For this project you will visualize time series data using a line chart, bar chart, and box plots. You will use Pandas, Matplotlib, and Seaborn to visualize a dataset containing the number of page views each day on the freeCodeCamp.org forum from 2016-05-09 to 2019-12-03. The data visualizations will help you understand the patterns in visits and identify yearly and monthly growth.

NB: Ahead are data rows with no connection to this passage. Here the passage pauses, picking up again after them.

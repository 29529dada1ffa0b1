using DepthStress.Core.Catalogue;
using DepthStress.Core.Diagnostics;

namespace DepthStress.Core.Rock;

/// <summary>How static elastic constants follow from dynamic ones.</summary>
public sealed record ModuliSettings
{
    /// <summary>The relation that gives static Young's modulus.</summary>
    public Setting<Law> StaticYoungs { get; init; }

    /// <summary>What the relation's static Young's modulus is multiplied with, as core plugs ask for it.</summary>
    public Setting<double> StaticYoungsFactor { get; init; } = Setting.Default(1.0);

    /// <summary>The choice that gives static Poisson's ratio; there is no default, because it moves the least stress most.</summary>
    public Setting<Law> StaticPoisson { get; init; }

    /// <summary>These settings where they were decided, else those below them.</summary>
    public ModuliSettings Over(ModuliSettings below)
    {
        ArgumentNullException.ThrowIfNull(below);
        return new ModuliSettings
        {
            StaticYoungs = StaticYoungs.Over(below.StaticYoungs),
            StaticYoungsFactor = StaticYoungsFactor.Over(below.StaticYoungsFactor),
            StaticPoisson = StaticPoisson.Over(below.StaticPoisson),
        };
    }
}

Use the data to complete the following tasks:
1. Use Pandas to import the data from fcc-forum-pageviews.csv
. Set the index to the "date" column.
2. Clean the data by filtering out days when the page views were in the top 2.5% of the dataset or bottom 2.5% of the dataset.
3. Create a draw_line_plot
function that uses Matplotlib to draw a line chart similar to examples/Figure_1.png
. The title should be "Daily freeCodeCamp Forum Page Views 5/2016-12/2019". The label on the x axis should be "Date" and the label on the y axis should be "Page Views".
4. Create a draw_bar_plot
function that draws a bar chart similar to examples/Figure_2.png
. It should show average daily page views for each month grouped by year. The legend should show month labels and have a title of "Months". On the chart, the label on the x axis should be "Years" and the label on the y axis should be "Average Page Views".
5. Create a draw_box_plot
function that uses Searborn to draw two adjacent box plots similar to examples/Figure_3.png
. These box plots should show how the values are distributed within a given year or month and how it compares over time. The title of the first chart should be "Year-wise Box Plot (Trend)" and the title of the second chart should be "Month-wise Box Plot (Seasonality)". Make sure the month labels on bottom start at "Jan" and the x and x axis are labeled correctly. The boilerplate includes commands to prepare the data.